#### Exercise goal:
Across the records below, report how many lines include the word "cloned", stating the number alone.

(Stored data)
//! Posteriors and Bayes factors of the common process on a (log10 A, gamma) grid
//! (docs/common-process.md).
//!
//! For each correlation model and spectral index gamma the amplitude integral
//! I(gamma) = int pi(u) exp(ln L(u, gamma) - ln L(0)) du, u = log10 A, is computed by adaptive
//! Simpson quadrature (Lyness 1969) on the eigen form, which costs O(2KN) per amplitude. The
//! gamma integral uses composite Simpson on an odd number of equally spaced indices, its error
//! estimated by refinement (Richardson: the same rule at twice the spacing). The evidence of
//! noise only is exactly 1 on this scale, so ln I is the log Bayes factor against noise only.

use super::likelihood::{AmplitudeCurve, CommonData, CommonModel};
use crate::constants::GAMMA_BINARIES;
use crate::error::{Error, Result};
use rayon::prelude::*;
use serde::Serialize;
use std::collections::BTreeMap;

/// The prior on the amplitude.
#[derive(Clone, Copy, Debug, PartialEq, Eq, Serialize, serde::Deserialize)]
#[serde(rename_all = "kebab-case")]
pub enum AmplitudePrior {
    /// Uniform in log10 A over the range (the default, for detection and Bayes factors).
    UniformLog10,
    /// Uniform in A over the range (common practice for upper limits).
    UniformAmplitude,
}

impl AmplitudePrior {
    /// ln of the prior density in u = log10 A on [lo, hi].
    pub fn ln_density(self, u: f64, lo: f64, hi: f64) -> f64 {
        match self {
            AmplitudePrior::UniformLog10 => -(hi - lo).ln(),
            // p(A) = 1/(A_hi - A_lo): p(u) = ln 10 A / (A_hi - A_lo) = ln10 10^(u - hi) / (1 - 10^(lo - hi)).
            AmplitudePrior::UniformAmplitude => {
                std::f64::consts::LN_10.ln() + (u - hi) * std::f64::consts::LN_10
                    - (-(10f64.powf(lo - hi))).ln_1p()
            }
        }
    }

    /// Name used in files and on the command line.
    pub fn name(self) -> &'static str {
        match self {
            AmplitudePrior::UniformLog10 => "uniform-log10",
            AmplitudePrior::UniformAmplitude => "uniform-amplitude",
        }
    }
}

/// Settings of a common-process run.
#[derive(Clone, Debug, Serialize)]
pub struct CommonSettings {
    /// Number of analysis frequencies K.
    pub n_frequencies: usize,
    /// Prior range of log10 A.
    pub log10_amplitude_min: f64,
    pub log10_amplitude_max: f64,
    /// Prior range of the spectral index gamma (uniform).
    pub spectral_index_min: f64,
    pub spectral_index_max: f64,
    /// Number of equally spaced gamma nodes the rule starts from (odd, for Simpson's rule);
    /// the spacing is halved until the varied-index evidence changes by less than
    /// `index_tolerance` (relative) or the nodes reach [`MAX_INDEX_NODES`].
    pub n_spectral_index: usize,
    /// Relative change of the varied-index evidence between two halvings of the gamma spacing
    /// below which the gamma rule is accepted.
    pub index_tolerance: f64,
    /// The fixed-index case.
    pub fixed_spectral_index: f64,
    /// Number of log10 A points in the output tables.
    pub n_table_amplitudes: usize,
    pub amplitude_prior: AmplitudePrior,
    /// Relative tolerance of the adaptive amplitude quadrature.
    pub tolerance: f64,
    /// The models to fit.
    pub models: Vec<CommonModel>,
}

impl Default for CommonSettings {
    fn default() -> Self {
        CommonSettings {
            n_frequencies: 14,
            log10_amplitude_min: -18.0,
            log10_amplitude_max: -12.0,
            spectral_index_min: 0.0,
            spectral_index_max: 7.0,
            n_spectral_index: 41,
            index_tolerance: 1e-3,
            fixed_spectral_index: GAMMA_BINARIES,
            n_table_amplitudes: 121,
            amplitude_prior: AmplitudePrior::UniformLog10,
            tolerance: 1e-8,
            models: CommonModel::ALL.to_vec(),
        }
    }
}

impl CommonSettings {
    /// Check the settings before any work; every message says what to change.
    pub fn validate(&self) -> Result<()> {
        if self.n_frequencies == 0 || self.n_frequencies > 1000 {
            return Err(Error::setting(
                "frequencies",
                format!("must be in 1..=1000, got {}", self.n_frequencies),
            ));
        }
        let (lo, hi) = (self.log10_amplitude_min, self.log10_amplitude_max);
        if !(lo.is_finite() && hi.is_finite() && lo < hi) {
            return Err(Error::setting(
                "log10-amplitude-range",
                format!(
                    "the prior range [{lo}, {hi}] of log10 A holds no mass: give two finite \
                     values LO < HI (default -18,-12)"
                ),
            ));
        }
        let [alo, ahi] = crate::noise::COMMON_LOG10_AMPLITUDE_RANGE;
        if !(alo..=ahi).contains(&lo) || !(alo..=ahi).contains(&hi) {
            return Err(Error::setting(
                "log10-amplitude-range",
                format!("log10 A must lie in [{alo}, {ahi}], got [{lo}, {hi}]"),
            ));
        }
        let (g0, g1) = (self.spectral_index_min, self.spectral_index_max);
        if !(g0.is_finite() && g1.is_finite() && g0 < g1 && g0 >= 0.0 && g1 <= 10.0) {
            return Err(Error::setting(
                "spectral-index-range",
                format!(
                    "the prior range [{g0}, {g1}] of the spectral index holds no mass or leaves \
                     [0, 10]: give 0 <= LO < HI <= 10 (default 0,7)"
                ),
            ));
        }
        if self.n_spectral_index < 3 || self.n_spectral_index.is_multiple_of(2) {
            return Err(Error::setting(
                "index-points",
                format!(
                    "the spectral-index grid needs an odd number of points >= 3 for Simpson's \
                     rule, got {} (default 41)",
                    self.n_spectral_index
                ),
            ));
        }
        if !(self.index_tolerance.is_finite()
            && self.index_tolerance > 0.0
            && self.index_tolerance < 1.0)
        {
            return Err(Error::setting(
                "index-tolerance",
                format!(
                    "must be a relative tolerance in (0, 1), got {} (default 1e-3)",
                    self.index_tolerance
                ),
            ));
        }
        if self.n_spectral_index > MAX_INDEX_NODES {
            return Err(Error::setting(
                "index-points",
                format!(
                    "at most {MAX_INDEX_NODES} spectral-index nodes, got {}",
                    self.n_spectral_index
                ),
            ));
        }
        if !(self.fixed_spectral_index.is_finite()
            && (0.0..=10.0).contains(&self.fixed_spectral_index))
        {
            return Err(Error::setting(
                "fixed-index",
                format!("must be in [0, 10], got {}", self.fixed_spectral_index),
            ));
        }
        if self.n_table_amplitudes < 2 {
            return Err(Error::setting(
                "amplitude-points",
                format!(
                    "the log10 A table needs at least 2 points, got {} (default 121)",
                    self.n_table_amplitudes
                ),
            ));
        }
        if !(self.tolerance > 0.0 && self.tolerance < 0.1) {
            return Err(Error::setting(
                "tolerance",
                format!("must be in (0, 0.1), got {}", self.tolerance),
            ));
        }
        if self.models.is_empty() {
            return Err(Error::setting("models", "no correlation model chosen"));
        }
        Ok(())
    }

    /// The gamma nodes.
    pub fn spectral_indices(&self) -> Vec<f64> {
        linspace(
            self.spectral_index_min,
            self.spectral_index_max,
            self.n_spectral_index,
        )
    }

    /// The log10 A nodes of the output tables.
    pub fn table_amplitudes(&self) -> Vec<f64> {
        linspace(
            self.log10_amplitude_min,
            self.log10_amplitude_max,
            self.n_table_amplitudes,
        )
    }

    pub(crate) fn ln_prior(&self, u: f64) -> f64 {
        self.amplitude_prior
            .ln_density(u, self.log10_amplitude_min, self.log10_amplitude_max)
    }
}

/// `n` equally spaced points from `a` to `b` inclusive.
pub fn linspace(a: f64, b: f64, n: usize) -> Vec<f64> {
    if n == 1 {
        return vec![a];
    }
    (0..n)
        .map(|i| a + (b - a) * i as f64 / (n - 1) as f64)
        .collect()
}

/// ln of a sum of exponentials, stably.
fn log_sum_exp(terms: &[f64]) -> f64 {
    let m = terms.iter().cloned().fold(f64::NEG_INFINITY, f64::max);
    if !m.is_finite() {
        return m;
    }
    m + terms.iter().map(|t| (t - m).exp()).sum::<f64>().ln()
}

/// ln int_lo^hi exp(f(u)) du by adaptive Simpson quadrature (Lyness 1969) and its relative
/// error estimate (sum of |S_2 - S_1| / 15 over the accepted intervals, divided by the total).
/// The integrand is scaled by its maximum over a 257-point scan so nothing under- or overflows.
pub fn log_integral_adaptive(f: &dyn Fn(f64) -> f64, lo: f64, hi: f64, tol: f64) -> (f64, f64) {
    const SCAN: usize = 256;
    let xs = linspace(lo, hi, SCAN + 1);
    let fs: Vec<f64> = xs.iter().map(|&u| f(u)).collect();
    let peak = fs.iter().cloned().fold(f64::NEG_INFINITY, f64::max);
    let g = |u: f64| (f(u) - peak).exp();
    let h = (hi - lo) / SCAN as f64;
    // A first estimate sets the absolute tolerance of the refinement.
    let coarse: f64 = fs
        .windows(2)
        .map(|w| 0.5 * h * ((w[0] - peak).exp() + (w[1] - peak).exp()))
        .sum();
    let abs_tol = tol * coarse.max(f64::MIN_POSITIVE);
    let mut total = 0.0;
    let mut err = 0.0;
    for i in 0..SCAN {
        let (a, b) = (xs[i], xs[i + 1]);
        let (fa, fb) = ((fs[i] - peak).exp(), (fs[i + 1] - peak).exp());
        let m = 0.5 * (a + b);
        let fm = g(m);
        let whole = (b - a) / 6.0 * (fa + 4.0 * fm + fb);
        let (s, e) = simpson_step(&g, a, b, fa, fm, fb, whole, abs_tol / SCAN as f64, 48);
        total += s;
        err += e;
    }
    (peak + total.ln(), err / total)
}

#[allow(clippy::too_many_arguments)]
fn simpson_step(
    g: &dyn Fn(f64) -> f64,
    a: f64,
    b: f64,
    fa: f64,
    fm: f64,
    fb: f64,
    whole: f64,
    tol: f64,
    depth: u32,
) -> (f64, f64) {
    let m = 0.5 * (a + b);
    let (lm, rm) = (0.5 * (a + m), 0.5 * (m + b));
    let (flm, frm) = (g(lm), g(rm));
    let left = (m - a) / 6.0 * (fa + 4.0 * flm + fm);
    let right = (b - m) / 6.0 * (fm + 4.0 * frm + fb);
    let delta = left + right - whole;
    if depth == 0 || delta.abs() <= 15.0 * tol {
        return (left + right + delta / 15.0, delta.abs() / 15.0);
    }
    let (s1, e1) = simpson_step(g, a, m, fa, flm, fm, left, tol / 2.0, depth - 1);
    let (s2, e2) = simpson_step(g, m, b, fm, frm, fb, right, tol / 2.0, depth - 1);
    (s1 + s2, e1 + e2)
}

/// Composite Simpson weights for an odd number `n` of nodes spaced `h`.
pub fn simpson_weights(n: usize, h: f64) -> Vec<f64> {
    (0..n)
        .map(|i| {
            let c = if i == 0 || i == n - 1 {
                1.0
            } else if i % 2 == 1 {
                4.0
            } else {
                2.0
            };
            c * h / 3.0
        })
        .collect()
}

/// Summary of a one-dimensional posterior.
#[derive(Clone, Debug, PartialEq, Serialize, serde::Deserialize)]
pub struct Interval1d {
    pub median: f64,
    /// The maximum of the posterior density on the evaluation grid.
    pub map: f64,
    /// Central 68.3% and 95% credible intervals.
    pub interval_68: [f64; 2],
    pub interval_95: [f64; 2],
    /// The 95% upper limit (the 0.95 quantile).
    pub upper_limit_95: f64,
}

/// A posterior density tabulated on a grid (trapezoid cumulative distribution).
#[derive(Clone, Debug)]
pub struct Tabulated {
    pub x: Vec<f64>,
    /// Normalised density.
    pub density: Vec<f64>,
    pub cdf: Vec<f64>,
}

#### Final answer:
2